▸ **PROBLEM TO WORK ON**
Copy the listing below line for line, from its opening line to the one with "check still gets", both included; stop there.

▸ **DATA PROVIDED**

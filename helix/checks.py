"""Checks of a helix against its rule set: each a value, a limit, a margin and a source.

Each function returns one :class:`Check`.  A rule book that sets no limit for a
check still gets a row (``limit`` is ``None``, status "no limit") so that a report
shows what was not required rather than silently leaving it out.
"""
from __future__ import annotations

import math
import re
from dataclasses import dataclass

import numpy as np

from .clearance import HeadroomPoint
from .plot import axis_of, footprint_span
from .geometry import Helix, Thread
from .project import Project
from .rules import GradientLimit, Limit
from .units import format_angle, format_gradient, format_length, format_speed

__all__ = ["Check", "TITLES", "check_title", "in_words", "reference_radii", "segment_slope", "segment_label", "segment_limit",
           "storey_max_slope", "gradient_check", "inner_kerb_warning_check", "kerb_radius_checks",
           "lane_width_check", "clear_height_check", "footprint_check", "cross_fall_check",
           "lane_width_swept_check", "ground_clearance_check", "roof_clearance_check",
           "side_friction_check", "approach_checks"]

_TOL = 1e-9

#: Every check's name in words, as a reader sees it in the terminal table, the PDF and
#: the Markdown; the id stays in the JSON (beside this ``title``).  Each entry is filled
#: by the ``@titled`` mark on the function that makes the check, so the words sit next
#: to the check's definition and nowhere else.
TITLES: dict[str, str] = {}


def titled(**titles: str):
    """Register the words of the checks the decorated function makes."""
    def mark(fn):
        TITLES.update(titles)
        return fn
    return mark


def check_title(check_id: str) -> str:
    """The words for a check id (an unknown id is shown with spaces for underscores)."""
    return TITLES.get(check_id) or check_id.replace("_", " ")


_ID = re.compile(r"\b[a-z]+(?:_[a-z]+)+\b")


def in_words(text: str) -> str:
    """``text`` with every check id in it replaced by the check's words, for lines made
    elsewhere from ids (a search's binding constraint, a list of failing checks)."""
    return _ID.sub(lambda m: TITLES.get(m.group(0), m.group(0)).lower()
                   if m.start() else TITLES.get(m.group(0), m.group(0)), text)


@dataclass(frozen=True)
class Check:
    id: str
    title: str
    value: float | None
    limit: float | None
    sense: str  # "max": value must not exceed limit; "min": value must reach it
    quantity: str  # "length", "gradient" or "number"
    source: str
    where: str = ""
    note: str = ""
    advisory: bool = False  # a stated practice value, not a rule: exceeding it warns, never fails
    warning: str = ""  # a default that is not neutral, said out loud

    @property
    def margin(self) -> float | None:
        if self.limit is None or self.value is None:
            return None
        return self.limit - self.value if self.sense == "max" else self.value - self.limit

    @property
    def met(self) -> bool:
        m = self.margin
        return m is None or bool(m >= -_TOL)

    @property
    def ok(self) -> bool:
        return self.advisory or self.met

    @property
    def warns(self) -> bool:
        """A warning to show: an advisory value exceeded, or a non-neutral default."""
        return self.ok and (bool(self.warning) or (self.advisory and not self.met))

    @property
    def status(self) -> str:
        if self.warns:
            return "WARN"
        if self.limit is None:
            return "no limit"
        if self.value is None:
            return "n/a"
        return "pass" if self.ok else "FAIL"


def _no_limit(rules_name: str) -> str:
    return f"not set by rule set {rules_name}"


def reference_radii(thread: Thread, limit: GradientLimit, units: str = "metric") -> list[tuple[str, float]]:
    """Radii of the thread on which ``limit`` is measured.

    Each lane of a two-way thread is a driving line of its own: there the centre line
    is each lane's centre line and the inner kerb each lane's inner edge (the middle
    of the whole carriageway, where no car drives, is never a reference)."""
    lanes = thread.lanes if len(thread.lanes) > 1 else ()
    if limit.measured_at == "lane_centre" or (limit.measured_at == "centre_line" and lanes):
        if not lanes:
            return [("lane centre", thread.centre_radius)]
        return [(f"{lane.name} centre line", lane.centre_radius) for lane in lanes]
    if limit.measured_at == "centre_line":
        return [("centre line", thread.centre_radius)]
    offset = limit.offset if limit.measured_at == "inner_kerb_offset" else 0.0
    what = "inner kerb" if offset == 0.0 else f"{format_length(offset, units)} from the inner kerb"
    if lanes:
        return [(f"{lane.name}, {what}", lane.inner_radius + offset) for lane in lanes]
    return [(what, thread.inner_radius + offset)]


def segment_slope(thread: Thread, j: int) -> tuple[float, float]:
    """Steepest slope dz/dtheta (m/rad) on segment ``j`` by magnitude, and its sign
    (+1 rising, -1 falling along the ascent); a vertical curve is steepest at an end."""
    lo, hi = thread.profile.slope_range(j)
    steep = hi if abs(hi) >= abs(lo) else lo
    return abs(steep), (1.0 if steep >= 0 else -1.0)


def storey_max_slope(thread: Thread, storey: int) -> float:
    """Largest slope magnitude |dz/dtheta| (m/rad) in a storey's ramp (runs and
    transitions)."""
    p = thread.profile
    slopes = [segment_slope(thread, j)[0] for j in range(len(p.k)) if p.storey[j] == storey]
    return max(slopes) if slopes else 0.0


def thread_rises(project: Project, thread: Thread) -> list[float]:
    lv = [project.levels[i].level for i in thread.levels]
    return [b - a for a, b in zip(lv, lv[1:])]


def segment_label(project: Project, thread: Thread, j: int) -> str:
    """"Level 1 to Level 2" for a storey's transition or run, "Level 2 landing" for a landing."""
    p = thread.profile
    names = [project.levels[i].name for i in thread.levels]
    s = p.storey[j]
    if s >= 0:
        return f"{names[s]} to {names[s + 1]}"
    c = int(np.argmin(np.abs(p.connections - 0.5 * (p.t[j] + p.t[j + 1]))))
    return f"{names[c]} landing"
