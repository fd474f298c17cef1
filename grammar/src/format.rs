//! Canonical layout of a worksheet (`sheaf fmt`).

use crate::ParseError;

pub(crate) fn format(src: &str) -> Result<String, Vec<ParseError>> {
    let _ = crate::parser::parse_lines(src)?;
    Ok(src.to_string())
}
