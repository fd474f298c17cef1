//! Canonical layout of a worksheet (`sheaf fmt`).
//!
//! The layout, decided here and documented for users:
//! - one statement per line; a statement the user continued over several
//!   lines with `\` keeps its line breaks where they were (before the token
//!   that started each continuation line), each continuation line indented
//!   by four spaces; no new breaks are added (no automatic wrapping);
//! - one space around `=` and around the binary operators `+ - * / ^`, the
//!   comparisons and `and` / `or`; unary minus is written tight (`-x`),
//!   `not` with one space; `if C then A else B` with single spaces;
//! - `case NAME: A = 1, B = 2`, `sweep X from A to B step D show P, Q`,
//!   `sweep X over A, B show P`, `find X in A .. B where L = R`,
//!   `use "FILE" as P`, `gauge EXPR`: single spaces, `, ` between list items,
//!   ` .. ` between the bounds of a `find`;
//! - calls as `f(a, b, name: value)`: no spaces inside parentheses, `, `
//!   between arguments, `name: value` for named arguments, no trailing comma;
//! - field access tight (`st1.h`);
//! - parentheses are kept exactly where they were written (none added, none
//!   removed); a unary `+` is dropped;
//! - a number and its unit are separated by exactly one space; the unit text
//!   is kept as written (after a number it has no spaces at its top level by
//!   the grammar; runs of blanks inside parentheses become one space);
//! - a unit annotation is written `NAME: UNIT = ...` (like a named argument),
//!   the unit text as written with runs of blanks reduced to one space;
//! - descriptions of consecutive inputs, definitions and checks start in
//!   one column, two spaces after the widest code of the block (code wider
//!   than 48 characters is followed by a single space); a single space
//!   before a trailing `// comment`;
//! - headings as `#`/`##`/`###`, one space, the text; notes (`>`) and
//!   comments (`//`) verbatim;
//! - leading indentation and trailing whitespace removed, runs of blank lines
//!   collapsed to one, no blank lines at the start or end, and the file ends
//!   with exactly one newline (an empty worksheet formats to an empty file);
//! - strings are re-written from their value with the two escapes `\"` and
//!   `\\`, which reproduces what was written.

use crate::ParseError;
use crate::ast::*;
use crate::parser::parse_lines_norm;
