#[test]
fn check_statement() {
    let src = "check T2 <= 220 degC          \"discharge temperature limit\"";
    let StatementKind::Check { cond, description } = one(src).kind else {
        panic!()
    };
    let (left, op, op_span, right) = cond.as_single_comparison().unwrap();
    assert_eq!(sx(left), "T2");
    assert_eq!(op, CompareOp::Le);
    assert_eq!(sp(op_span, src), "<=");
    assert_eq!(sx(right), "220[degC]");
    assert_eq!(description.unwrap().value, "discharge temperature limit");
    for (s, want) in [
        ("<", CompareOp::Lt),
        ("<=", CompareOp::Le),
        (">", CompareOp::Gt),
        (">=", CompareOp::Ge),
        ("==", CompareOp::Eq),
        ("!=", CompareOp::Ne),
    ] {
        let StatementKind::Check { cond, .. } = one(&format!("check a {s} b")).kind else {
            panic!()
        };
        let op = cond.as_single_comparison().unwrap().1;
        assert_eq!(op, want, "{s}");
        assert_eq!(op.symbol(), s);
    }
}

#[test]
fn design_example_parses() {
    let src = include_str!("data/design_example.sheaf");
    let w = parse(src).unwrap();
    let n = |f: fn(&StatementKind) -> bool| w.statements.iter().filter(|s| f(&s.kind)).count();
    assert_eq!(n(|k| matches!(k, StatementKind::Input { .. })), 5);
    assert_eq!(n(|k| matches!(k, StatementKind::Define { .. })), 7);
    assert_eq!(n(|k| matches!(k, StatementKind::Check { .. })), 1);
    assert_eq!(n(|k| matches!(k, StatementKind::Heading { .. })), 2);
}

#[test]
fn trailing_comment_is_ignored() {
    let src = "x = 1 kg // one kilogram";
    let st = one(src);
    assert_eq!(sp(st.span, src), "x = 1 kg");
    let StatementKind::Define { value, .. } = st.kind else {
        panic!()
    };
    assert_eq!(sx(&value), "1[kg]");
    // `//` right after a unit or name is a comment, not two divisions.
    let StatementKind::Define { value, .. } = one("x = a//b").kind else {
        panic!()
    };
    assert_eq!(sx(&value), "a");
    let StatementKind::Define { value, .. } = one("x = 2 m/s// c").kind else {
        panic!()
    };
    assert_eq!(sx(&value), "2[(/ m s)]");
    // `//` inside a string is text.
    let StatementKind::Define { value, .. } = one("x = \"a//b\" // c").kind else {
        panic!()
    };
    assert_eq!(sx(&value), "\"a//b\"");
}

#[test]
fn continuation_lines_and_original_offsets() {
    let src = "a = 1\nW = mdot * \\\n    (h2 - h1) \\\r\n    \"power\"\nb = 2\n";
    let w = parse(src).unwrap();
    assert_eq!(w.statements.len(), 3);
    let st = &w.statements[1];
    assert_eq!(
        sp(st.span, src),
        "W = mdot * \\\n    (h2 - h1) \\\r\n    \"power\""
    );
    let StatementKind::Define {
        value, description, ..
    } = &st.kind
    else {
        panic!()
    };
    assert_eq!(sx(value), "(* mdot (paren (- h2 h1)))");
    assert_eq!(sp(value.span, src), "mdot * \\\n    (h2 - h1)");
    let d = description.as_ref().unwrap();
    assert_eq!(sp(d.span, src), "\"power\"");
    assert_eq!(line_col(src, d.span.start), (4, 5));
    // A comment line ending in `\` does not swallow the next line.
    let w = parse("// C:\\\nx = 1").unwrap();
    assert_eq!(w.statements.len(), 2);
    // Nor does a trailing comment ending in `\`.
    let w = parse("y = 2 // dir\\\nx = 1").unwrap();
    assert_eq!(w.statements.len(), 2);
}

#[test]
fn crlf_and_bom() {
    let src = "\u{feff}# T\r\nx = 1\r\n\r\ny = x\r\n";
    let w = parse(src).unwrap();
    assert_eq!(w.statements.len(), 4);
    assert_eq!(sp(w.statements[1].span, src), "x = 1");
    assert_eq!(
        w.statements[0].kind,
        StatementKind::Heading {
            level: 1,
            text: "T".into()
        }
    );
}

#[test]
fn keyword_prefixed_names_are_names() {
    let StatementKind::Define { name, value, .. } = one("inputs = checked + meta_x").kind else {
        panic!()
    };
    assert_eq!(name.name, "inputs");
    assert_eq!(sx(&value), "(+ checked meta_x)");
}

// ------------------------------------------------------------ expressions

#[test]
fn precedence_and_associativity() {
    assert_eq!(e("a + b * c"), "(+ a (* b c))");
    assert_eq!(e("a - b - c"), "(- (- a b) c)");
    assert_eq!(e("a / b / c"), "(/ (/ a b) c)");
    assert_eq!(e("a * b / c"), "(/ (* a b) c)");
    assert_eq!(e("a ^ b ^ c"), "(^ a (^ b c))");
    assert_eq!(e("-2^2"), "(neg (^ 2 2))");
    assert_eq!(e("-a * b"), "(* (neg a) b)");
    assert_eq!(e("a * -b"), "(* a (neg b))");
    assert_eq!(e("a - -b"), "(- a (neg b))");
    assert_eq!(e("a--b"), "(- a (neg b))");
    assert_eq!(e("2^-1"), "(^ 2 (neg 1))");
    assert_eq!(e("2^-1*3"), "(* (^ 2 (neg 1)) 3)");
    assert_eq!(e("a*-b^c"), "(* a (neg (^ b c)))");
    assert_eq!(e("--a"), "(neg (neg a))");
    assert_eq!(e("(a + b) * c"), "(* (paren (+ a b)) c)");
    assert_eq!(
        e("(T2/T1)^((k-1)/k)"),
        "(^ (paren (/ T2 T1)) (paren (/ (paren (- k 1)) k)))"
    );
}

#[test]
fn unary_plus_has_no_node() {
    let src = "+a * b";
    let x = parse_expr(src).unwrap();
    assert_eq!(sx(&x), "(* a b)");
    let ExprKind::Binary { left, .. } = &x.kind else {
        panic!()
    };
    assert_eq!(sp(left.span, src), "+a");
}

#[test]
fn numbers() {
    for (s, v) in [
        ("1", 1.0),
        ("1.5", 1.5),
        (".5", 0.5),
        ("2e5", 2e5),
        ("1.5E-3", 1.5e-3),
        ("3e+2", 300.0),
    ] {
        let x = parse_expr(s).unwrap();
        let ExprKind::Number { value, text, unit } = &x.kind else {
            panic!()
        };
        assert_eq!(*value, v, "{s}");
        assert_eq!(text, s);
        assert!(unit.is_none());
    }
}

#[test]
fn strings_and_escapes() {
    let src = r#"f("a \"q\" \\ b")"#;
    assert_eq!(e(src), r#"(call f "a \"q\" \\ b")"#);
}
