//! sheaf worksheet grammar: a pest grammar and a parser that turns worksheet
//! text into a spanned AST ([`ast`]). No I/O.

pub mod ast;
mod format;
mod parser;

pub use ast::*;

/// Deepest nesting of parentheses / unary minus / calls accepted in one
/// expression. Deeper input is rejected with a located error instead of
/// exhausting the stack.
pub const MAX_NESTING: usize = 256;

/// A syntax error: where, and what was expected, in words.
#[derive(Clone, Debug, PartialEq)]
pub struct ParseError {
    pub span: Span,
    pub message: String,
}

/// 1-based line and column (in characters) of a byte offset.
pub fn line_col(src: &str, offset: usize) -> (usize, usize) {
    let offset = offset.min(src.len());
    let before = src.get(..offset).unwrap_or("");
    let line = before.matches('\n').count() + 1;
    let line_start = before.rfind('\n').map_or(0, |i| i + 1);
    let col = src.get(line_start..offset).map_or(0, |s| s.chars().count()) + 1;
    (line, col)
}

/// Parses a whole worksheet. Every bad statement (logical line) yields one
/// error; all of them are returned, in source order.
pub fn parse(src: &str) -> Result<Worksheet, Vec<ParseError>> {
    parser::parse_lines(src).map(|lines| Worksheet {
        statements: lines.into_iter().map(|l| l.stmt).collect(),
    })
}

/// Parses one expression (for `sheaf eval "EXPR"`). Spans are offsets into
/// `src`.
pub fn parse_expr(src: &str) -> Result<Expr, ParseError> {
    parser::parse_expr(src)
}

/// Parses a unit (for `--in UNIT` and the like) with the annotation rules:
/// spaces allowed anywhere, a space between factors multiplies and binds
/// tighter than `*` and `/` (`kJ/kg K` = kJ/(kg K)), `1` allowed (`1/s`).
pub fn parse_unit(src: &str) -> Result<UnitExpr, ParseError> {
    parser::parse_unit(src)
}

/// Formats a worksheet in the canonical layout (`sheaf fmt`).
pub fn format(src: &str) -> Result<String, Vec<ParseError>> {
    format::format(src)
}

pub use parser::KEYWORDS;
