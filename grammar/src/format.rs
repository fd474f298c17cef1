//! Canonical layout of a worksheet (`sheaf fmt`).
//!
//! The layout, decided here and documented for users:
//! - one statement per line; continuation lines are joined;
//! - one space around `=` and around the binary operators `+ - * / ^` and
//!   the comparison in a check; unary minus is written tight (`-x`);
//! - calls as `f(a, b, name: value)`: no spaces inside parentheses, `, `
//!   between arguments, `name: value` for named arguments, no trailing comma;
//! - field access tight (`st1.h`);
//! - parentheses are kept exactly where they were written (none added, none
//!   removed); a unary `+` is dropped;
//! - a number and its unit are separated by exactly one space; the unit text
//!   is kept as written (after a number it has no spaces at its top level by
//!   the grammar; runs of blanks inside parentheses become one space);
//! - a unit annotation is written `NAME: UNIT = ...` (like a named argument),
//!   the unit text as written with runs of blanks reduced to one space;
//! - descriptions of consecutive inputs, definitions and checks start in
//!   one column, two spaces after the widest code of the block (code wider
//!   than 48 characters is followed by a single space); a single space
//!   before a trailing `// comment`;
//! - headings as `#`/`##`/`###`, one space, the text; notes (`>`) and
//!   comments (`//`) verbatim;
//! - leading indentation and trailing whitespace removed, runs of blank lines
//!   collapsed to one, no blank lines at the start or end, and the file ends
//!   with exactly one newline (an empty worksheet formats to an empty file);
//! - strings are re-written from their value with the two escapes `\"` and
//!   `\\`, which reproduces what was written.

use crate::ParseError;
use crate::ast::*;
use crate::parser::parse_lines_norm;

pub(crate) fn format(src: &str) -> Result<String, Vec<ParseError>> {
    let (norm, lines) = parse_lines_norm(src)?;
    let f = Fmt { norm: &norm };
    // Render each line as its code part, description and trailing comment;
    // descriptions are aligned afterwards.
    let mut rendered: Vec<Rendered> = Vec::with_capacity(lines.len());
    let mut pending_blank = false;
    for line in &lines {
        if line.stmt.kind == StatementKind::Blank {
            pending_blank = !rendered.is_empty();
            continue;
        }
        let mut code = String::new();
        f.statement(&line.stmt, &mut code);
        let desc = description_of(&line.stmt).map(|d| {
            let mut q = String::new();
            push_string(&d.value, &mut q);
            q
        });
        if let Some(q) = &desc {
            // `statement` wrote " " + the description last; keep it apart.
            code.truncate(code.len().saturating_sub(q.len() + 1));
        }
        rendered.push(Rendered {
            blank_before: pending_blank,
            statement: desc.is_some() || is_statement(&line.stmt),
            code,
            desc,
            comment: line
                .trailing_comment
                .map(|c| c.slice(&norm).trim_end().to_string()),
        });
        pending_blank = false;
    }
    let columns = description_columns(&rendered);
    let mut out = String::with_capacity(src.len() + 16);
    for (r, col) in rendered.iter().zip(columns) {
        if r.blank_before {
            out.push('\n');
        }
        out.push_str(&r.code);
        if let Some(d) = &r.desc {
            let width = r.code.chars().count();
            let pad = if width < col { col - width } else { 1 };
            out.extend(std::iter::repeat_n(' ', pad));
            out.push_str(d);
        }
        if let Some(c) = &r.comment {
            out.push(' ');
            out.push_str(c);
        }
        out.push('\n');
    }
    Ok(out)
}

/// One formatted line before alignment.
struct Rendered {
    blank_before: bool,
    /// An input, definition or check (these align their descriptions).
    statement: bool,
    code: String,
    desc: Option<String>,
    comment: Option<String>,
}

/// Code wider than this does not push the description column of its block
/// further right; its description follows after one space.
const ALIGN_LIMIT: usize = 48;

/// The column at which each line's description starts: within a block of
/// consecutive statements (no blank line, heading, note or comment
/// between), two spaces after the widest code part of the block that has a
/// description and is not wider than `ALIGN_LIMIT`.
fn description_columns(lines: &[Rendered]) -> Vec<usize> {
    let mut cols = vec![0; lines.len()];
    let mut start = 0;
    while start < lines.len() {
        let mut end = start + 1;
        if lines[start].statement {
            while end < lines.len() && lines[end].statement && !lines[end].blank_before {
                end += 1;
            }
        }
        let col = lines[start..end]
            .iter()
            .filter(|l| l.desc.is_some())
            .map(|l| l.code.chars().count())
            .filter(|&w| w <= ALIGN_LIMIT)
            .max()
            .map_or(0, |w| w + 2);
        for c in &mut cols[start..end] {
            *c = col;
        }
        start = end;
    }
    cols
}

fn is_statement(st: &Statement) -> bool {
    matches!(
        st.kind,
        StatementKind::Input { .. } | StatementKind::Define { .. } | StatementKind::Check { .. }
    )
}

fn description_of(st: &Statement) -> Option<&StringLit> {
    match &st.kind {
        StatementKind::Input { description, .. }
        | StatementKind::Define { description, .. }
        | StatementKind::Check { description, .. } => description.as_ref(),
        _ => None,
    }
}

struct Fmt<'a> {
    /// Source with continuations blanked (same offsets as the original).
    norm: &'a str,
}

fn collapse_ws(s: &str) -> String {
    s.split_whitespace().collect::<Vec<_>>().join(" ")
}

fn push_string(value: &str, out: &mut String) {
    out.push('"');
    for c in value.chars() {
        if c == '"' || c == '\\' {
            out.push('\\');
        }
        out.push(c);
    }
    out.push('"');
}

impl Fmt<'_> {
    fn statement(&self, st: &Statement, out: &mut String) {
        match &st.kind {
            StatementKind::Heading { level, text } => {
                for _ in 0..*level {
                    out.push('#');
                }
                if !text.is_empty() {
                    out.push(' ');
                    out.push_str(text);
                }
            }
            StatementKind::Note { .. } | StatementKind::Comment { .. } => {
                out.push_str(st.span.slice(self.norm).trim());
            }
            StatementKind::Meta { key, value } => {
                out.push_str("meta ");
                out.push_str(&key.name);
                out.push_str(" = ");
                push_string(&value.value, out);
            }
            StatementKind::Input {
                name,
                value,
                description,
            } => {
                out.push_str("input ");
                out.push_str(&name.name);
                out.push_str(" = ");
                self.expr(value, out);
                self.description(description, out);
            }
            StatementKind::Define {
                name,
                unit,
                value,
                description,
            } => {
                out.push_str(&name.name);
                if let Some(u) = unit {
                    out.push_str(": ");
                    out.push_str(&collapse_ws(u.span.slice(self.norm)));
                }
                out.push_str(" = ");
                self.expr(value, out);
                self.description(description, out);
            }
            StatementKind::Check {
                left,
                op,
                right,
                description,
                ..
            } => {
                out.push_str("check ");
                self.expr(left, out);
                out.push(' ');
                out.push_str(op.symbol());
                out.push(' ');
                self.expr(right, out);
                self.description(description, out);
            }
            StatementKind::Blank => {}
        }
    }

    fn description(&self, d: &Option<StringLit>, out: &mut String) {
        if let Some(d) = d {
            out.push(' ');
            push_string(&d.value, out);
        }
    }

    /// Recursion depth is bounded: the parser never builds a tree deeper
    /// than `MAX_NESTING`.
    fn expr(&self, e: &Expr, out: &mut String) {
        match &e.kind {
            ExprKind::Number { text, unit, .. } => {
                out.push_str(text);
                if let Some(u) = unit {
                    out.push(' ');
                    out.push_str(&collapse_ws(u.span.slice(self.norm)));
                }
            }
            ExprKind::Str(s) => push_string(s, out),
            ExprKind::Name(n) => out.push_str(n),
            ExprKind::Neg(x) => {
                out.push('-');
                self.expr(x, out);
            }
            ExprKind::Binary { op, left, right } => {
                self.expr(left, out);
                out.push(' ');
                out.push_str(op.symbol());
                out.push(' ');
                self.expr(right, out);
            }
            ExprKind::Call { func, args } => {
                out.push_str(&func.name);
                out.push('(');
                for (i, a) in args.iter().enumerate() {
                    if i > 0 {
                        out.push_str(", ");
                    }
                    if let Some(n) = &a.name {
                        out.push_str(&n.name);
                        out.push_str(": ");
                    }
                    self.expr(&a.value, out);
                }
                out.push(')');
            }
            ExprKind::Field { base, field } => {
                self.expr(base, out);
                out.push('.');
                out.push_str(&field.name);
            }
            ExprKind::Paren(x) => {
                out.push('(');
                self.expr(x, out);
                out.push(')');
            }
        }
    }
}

▸ **RESPONSE BELOW**
filename helix/checks.py
"""Checks of a helix against its rule set: each a value, a limit, a margin and a source.

Each function returns one :class:`Check`.  A rule book that sets no limit for a
check still gets a row (``limit`` is ``None``, status "no limit") so that a report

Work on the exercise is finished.